An
estimated 17 million Catholics in the United States are
baptized but inactive. Most of these people consider themselves
Catholic, checking that as their religion on a hospital
admission form, for example.
Many
Catholic parishes and dioceses now sponsor “Come Home” or
similar programs, inviting men and women who feel estranged
from the Church of their Baptism to resume practicing their
faith. Buses, billboards, parish signs, radio and TV spots
announce such programs.
The
entire Church has recently begun to see this outreach as
a priority. These men and women are not some distant “they”
but are family members, co-workers or friends.
Listening Is Crucial
These
outreach programs all begin with listening to people. For
15 years Carrie Kemp has been working with inactive Catholics.

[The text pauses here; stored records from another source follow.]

import type { Region } from "@/db/schema";

export type SavedRegion = { id: string; label: string; region: Region; state: "pending" | "accepted" | "rejected"; flagged: boolean };

const STROKE = { pending: "#5eead4", accepted: "#86efac", rejected: "#fca5a5" } as const;

/**
 * A read-only view of a photo with the regions saved from it, numbered as in the list beside it.
 * Dashed outlines are flagged; the outline colour follows the review state and the label says it too,
 * so colour is never the only cue.
 */
export function SavedMarking({ photo, regions }: { photo: { id: string; width: number; height: number; name: string }; regions: SavedRegion[] }) {
  const W = photo.width;
  const H = photo.height;
  const font = Math.max(12, W / 70);
  return (
    <figure className="space-y-1">
      <svg viewBox={`0 0 ${W} ${H}`} className="h-auto w-full rounded-lg border border-line bg-[#1b1f27]" role="img" aria-label={`Photo ${photo.name} with ${regions.length} saved region${regions.length === 1 ? "" : "s"}`} data-testid="saved-marking">
        <image href={`/api/photos/${photo.id}/image?size=display`} x={0} y={0} width={W} height={H} preserveAspectRatio="none" />
        {regions.map((r) => {
          const common = { fill: "none", stroke: STROKE[r.state], strokeWidth: 2.5, vectorEffect: "non-scaling-stroke" as const, strokeDasharray: r.flagged ? "7 4" : undefined };
          const above = r.region.y - font - 4 > 0;
          return (
            <g key={r.id} data-testid="saved-region" data-state={r.state}>
              {r.region.shape === "rect" ? (
                <rect x={r.region.x} y={r.region.y} width={r.region.w} height={r.region.h} {...common} />
              ) : (
                <ellipse cx={r.region.x + r.region.w / 2} cy={r.region.y + r.region.h / 2} rx={r.region.w / 2} ry={r.region.h / 2} {...common} />
              )}
              <text x={r.region.x + 3} y={above ? r.region.y - 5 : r.region.y + font + 3} fontSize={font} fontWeight={700} fill={STROKE[r.state]} stroke="#111827" strokeWidth={3} paintOrder="stroke" vectorEffect="non-scaling-stroke">
                {r.label}
              </text>
            </g>
          );
        })}
      </svg>
      <figcaption className="text-xs text-ink-soft">
        Outlines: green accepted, teal waiting, red rejected; dashed = flagged. Numbers match the list. The photo is a screen copy; the numbers are the measurement.
      </figcaption>
    </figure>
  );
}
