"use client";

import { CartesianGrid, ComposedChart, Line, ReferenceArea, ReferenceLine, ResponsiveContainer, Scatter, Tooltip, XAxis, YAxis } from "recharts";

export type TitrationPoint = { pH: number; fraction: number; hex: string };

/**
 * Titration curve: each vial's position read from its colour on the fitted model's path, against pH,
 * with the fitted curve, the pKa('s) and the visual transition interval(s). One step: base fraction
 * 0–1; two steps: protons released per dye, 0–2 (`yMax`).
 */
export function TitrationChart({
  vials,
  curve,
  pKas,
  transitions,
  label,
  yLabel = "base fraction",
  yMax = 1,
}: {
  vials: TitrationPoint[];
  curve: { pH: number; fraction: number }[];
  pKas: number[];
  transitions: [number, number][];
  label: string;
  yLabel?: string;
  yMax?: number;
}) {
  const lo = Math.floor(Math.min(...vials.map((v) => v.pH), ...transitions.map((t) => t[0])));
  const hi = Math.ceil(Math.max(...vials.map((v) => v.pH), ...transitions.map((t) => t[1])));
  const names = pKas.length > 1 ? pKas.map((_, i) => `pKa${"₁₂"[i]}`) : ["pKa"];
  return (
    <figure aria-label={`Titration curve: ${label}`} data-testid="titration-curve" className="h-64 w-full">
      <ResponsiveContainer width="100%" height="100%">
        <ComposedChart margin={{ top: 22, right: 12, bottom: 20, left: 4 }}>
          <CartesianGrid strokeDasharray="3 3" stroke="#e3e6ec" />
          <XAxis type="number" dataKey="pH" domain={[lo, hi]} tickCount={Math.min(hi - lo + 1, 15)} label={{ value: "pH", position: "insideBottom", offset: -10 }} />
          <YAxis type="number" dataKey="fraction" domain={[0, yMax]} width={66} label={{ value: yLabel, angle: -90, position: "insideLeft", offset: 0, style: { textAnchor: "middle" } }} />
          {transitions.map(([x1, x2], i) => (
            <ReferenceArea key={`t${i}`} x1={x1} x2={x2} fill="#c9d3ea" fillOpacity={0.35} ifOverflow="extendDomain" data-testid="transition-band" />
          ))}
          {pKas.map((pKa, i) => (
            <ReferenceLine key={`p${i}`} x={pKa} stroke="#3b4a6b" strokeDasharray="4 3" label={{ value: `${names[i]} ${pKa.toFixed(2)}`, position: "top", fontSize: 11 }} />
          ))}
          <Line data={curve} dataKey="fraction" dot={false} stroke="#3b4a6b" strokeWidth={2} isAnimationActive={false} name="fitted model" />
          <Scatter
            data={vials}
            name="vials"
            isAnimationActive={false}
            shape={(props: { cx?: number; cy?: number; payload?: TitrationPoint }) => (
              <circle cx={props.cx} cy={props.cy} r={6} fill={props.payload?.hex ?? "#888"} stroke="#1d2433" strokeWidth={1} />
            )}
          />
          <Tooltip formatter={(v) => (typeof v === "number" ? v.toFixed(2) : String(v))} />
        </ComposedChart>
      </ResponsiveContainer>
    </figure>
  );
}
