"use client";

import Link from "next/link";
import { useRouter } from "next/navigation";
import { useCallback, useEffect, useRef, useState } from "react";
import { useDropzone, type FileRejection } from "react-dropzone";

type Item = {
  id: number;
  name: string;
  size: number;
  progress: number;
  status: "waiting" | "uploading" | "done" | "duplicate" | "refused";
  message?: string;
  photoId?: string;
};

const ACCEPT = {
  "image/jpeg": [".jpg", ".jpeg"],
  "image/png": [".png"],
  "image/webp": [".webp"],
  "image/tiff": [".tif", ".tiff"],
};
/** Uploads at once; the server decodes each photo, so more would only queue there. */
const PARALLEL = 3;

function sendPhoto(file: File, lightingProfileId: string, onProgress: (fraction: number) => void): Promise<{ status: number; body: { photo?: { id: string }; duplicate?: boolean; error?: { message: string } } }> {
  return new Promise((resolve) => {
    const xhr = new XMLHttpRequest();
    xhr.open("POST", "/api/photos");
    xhr.responseType = "json";
    xhr.upload.onprogress = (e) => e.lengthComputable && onProgress(e.loaded / e.total);
    xhr.onload = () => resolve({ status: xhr.status, body: xhr.response ?? { error: { message: "The server sent no answer." } } });
    xhr.onerror = () => resolve({ status: 0, body: { error: { message: "The upload was interrupted (network). Try again." } } });
    const form = new FormData();
    form.append("file", file);
    if (lightingProfileId) form.append("lightingProfileId", lightingProfileId);
    xhr.send(form);
  });
}

function mb(bytes: number) {
  return `${(bytes / 1048576).toFixed(1)} MB`;
}

export function PhotoUploader({ maxBytes, profiles }: { maxBytes: number; profiles: { id: string; name: string }[] }) {
  const router = useRouter();
  const [items, setItems] = useState<Item[]>([]);
  const [profile, setProfile] = useState("");
  const serial = useRef(0);
  // Marks the drop zone as live once React has attached its handlers (tests wait for it).
  const [ready, setReady] = useState(false);
  useEffect(() => setReady(true), []);

  const update = (id: number, patch: Partial<Item>) => setItems((all) => all.map((it) => (it.id === id ? { ...it, ...patch } : it)));

  const onDrop = useCallback(
    async (accepted: File[], rejected: FileRejection[]) => {
      const refusedItems: Item[] = rejected.map((r) => ({
        id: ++serial.current,
        name: r.file.name,
        size: r.file.size,
        progress: 0,
        status: "refused",
        message: r.errors
          .map((e) =>
            e.code === "file-too-large"
              ? `It is ${mb(r.file.size)}; photos up to ${mb(maxBytes)} are accepted.`
              : e.code === "file-invalid-type"
                ? "Not a JPEG, PNG, WebP or TIFF photo."
                : e.message,
          )
          .join(" "),
      }));
      const queued: (Item & { file: File })[] = accepted.map((file) => ({ id: ++serial.current, name: file.name, size: file.size, progress: 0, status: "waiting", file }));
      setItems((all) => [...queued.map(({ file: _file, ...it }) => it), ...refusedItems, ...all]);
      let next = 0;
      const worker = async () => {
        while (next < queued.length) {
          const item = queued[next++];
          update(item.id, { status: "uploading" });
          const res = await sendPhoto(item.file, profile, (f) => update(item.id, { progress: f }));
          if (res.status === 200 || res.status === 201) {
            update(item.id, {
              status: res.body.duplicate ? "duplicate" : "done",
              progress: 1,
              photoId: res.body.photo?.id,
              message: res.body.duplicate ? "Already uploaded before: this is the same photo." : "Stored.",
            });
          } else {
            update(item.id, { status: "refused", message: res.body.error?.message ?? `The server answered ${res.status}.` });
          }
        }
      };
      await Promise.all(Array.from({ length: Math.min(PARALLEL, queued.length) }, worker));
      if (queued.length) router.refresh();
    },
    [maxBytes, profile, router],
  );

  const { getRootProps, getInputProps, isDragActive } = useDropzone({ onDrop, accept: ACCEPT, maxSize: maxBytes, multiple: true });

  return (
    <div className="space-y-3">
      <div className="flex flex-wrap items-end gap-3">
        <div className="space-y-1">
          <label htmlFor="upload-profile" className="block text-sm font-medium">
            Lighting profile for these photos
          </label>
          <select id="upload-profile" value={profile} onChange={(e) => setProfile(e.target.value)} className="min-h-11 rounded-lg border border-line bg-white px-2">
            <option value="">Choose later, while marking</option>
            {profiles.map((p) => (
              <option key={p.id} value={p.id}>
                {p.name}
              </option>
            ))}
          </select>
        </div>
      </div>
      <div
        {...getRootProps({
          "aria-label": "Upload rack photos",
          className: `flex min-h-36 cursor-pointer flex-col items-center justify-center rounded-xl border-2 border-dashed px-6 py-8 text-center focus:outline-none focus-visible:ring-4 focus-visible:ring-accent/30 ${
            isDragActive ? "border-accent bg-accent-soft" : "border-line bg-paper/40 hover:bg-paper"
          }`,
        })}
        data-testid="photo-dropzone"
        data-ready={ready ? "true" : undefined}
      >
        <input {...getInputProps()} data-testid="photo-input" />
        <p className="text-base font-semibold">{isDragActive ? "Drop the photos to upload them" : "Drop rack photos here, or press Enter to choose files"}</p>
        <p className="mt-1 text-sm text-ink-soft">JPEG, PNG, WebP or TIFF straight from the camera, up to {mb(maxBytes)} each; several at once.</p>
      </div>
      {items.length > 0 && (
        <ul aria-label="Uploads" className="divide-y divide-line rounded-xl border border-line bg-white" aria-live="polite">
          {items.map((it) => (
            <li key={it.id} data-testid="upload-item" data-status={it.status} className="flex flex-wrap items-center gap-3 px-4 py-2 text-sm">
              <span className="min-w-48 flex-1 truncate font-mono text-xs">{it.name}</span>
              <span className="w-20 text-right tabular-nums text-ink-soft">{mb(it.size)}</span>
              <progress max={1} value={it.progress} aria-label={`Upload progress of ${it.name}`} className="h-2 w-32" />
              <span className={`min-w-24 font-medium ${it.status === "refused" ? "text-bad" : it.status === "done" || it.status === "duplicate" ? "text-ok" : ""}`}>
                {it.status === "waiting" ? "Waiting" : it.status === "uploading" ? `${Math.round(it.progress * 100)} %` : it.status === "refused" ? "Refused" : it.status === "duplicate" ? "Known photo" : "Uploaded"}
              </span>
              {it.photoId && (
                <Link href={`/bench/photos/${it.photoId}`} className="inline-flex min-h-11 items-center rounded-lg bg-accent px-3 font-semibold text-white">
                  Mark vials
                </Link>
              )}
              {it.message && it.status !== "done" && <p className={`w-full text-xs ${it.status === "refused" ? "text-bad" : "text-ink-soft"}`}>{it.message}</p>}
            </li>
          ))}
        </ul>
      )}
    </div>
  );
}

For the past six years she has run a Come Home program at
the Basilica of St. Mary in Minneapolis, Minnesota. Her
book Catholics Can Come Home Again: A Guide for the Journey
of Reconciliation With Inactive Catholics (Paulist Press,
2001) recounts what she has learned.
She
writes: “We call them alienated, former, lapsed, fallen
away, but only rarely do we call them to talk with us, to
tell us their stories, to know their goodness and their
pain. Unrecognized, the millions who are alienated from
our Catholic family become a gaping wound in the Body of
Christ—a hemorrhage of anger, frustration, pain, and rejection.
Without opportunity for reconciliation and healing, ongoing
struggles with the Church eventually erode into spiritual
deadness, isolation and hopelessness.”
Later
she explains, “The Church needs to be a place where we can
not only bring our burdens, but where we can sort them out,
finding acceptance during our reflection and the encouragement
to continue on the journey.”
Believers
Need to Ask Forgiveness
Because
we, the Church’s members, are human, we sometimes fail to
live as Jesus’ followers. You and I may have caused some
of the bitterness inactive Catholics feel.
Vatican
II’s Constitution on the Church in the Modern World
says that believers can unintentionally promote atheism.
The bishops wrote, “To the extent that [Christians] neglect
their own training in the faith, or teach erroneous doctrine,
or are deficient in their religious, moral or social life,
they must be said to conceal rather than reveal the authentic
face of God and religion” (#19).
If
scandal from believers can foster atheism, the sins of individual
Catholics can certainly prompt others to become inactive.
Pope John Paul II says conversion is a first step toward
reconciliation. In On the Coming Third Millennium
(1994), he wrote:
“Hence
it is appropriate that, as the Second Millennium of Christianity
draws to a close, the Church should become more fully conscious
of the sinfulness of her children, recalling all those times
in history when they departed from the spirit of Christ
and his Gospel and, instead of offering the world the witness
of a life inspired by the values of faith, indulged in ways
of thinking and acting which were truly forms of counter-witness
and scandal” (#33).
In
his 1975 apostolic letter Evangelization in the Modern
World, Pope Paul VI wrote, “People today are more impressed
by witness than by teachers, and if they listen to these
it is because they also bear witness” (#41).
Based
on research done by the U.S. bishops’ Committee on Evangelization,
in January 2000 Bishop Michael Saltarelli of Wilmington,
Delaware, stated that most Catholics drifted away from the
Church because they:
Four
Things Each of Us Can Do
1.
Allow inactive Catholics to report their feelings
and experiences honestly. Listening does not mean approval
of everything you hear.
2.
Learn about local outreach efforts to inactive Catholics.
3.
Ask yourself, “Does my daily life foster faith in
Jesus Christ and membership in the Catholic Church?”
4.
Invite computer-using inactive Catholics to visit
www.OnceCatholic.org,
a Web site designed for them.
This
is part of St. Anthony Messenger’s online communication
efforts. The site has an interactive component (based on
the above reasons), a question-and-answer resource area,
a means of locating local programs for inactive Catholics,
links to www.MassTimes.org
and specialized services such as the National Office for
Post-Abortion Reconciliation and Healing—and much more.
In
sharing our faith, God “causes the growth” (1 Corinthians
3:7). God counts on us, however, to model lives open to
grace and to the conversion we all need.—P.M.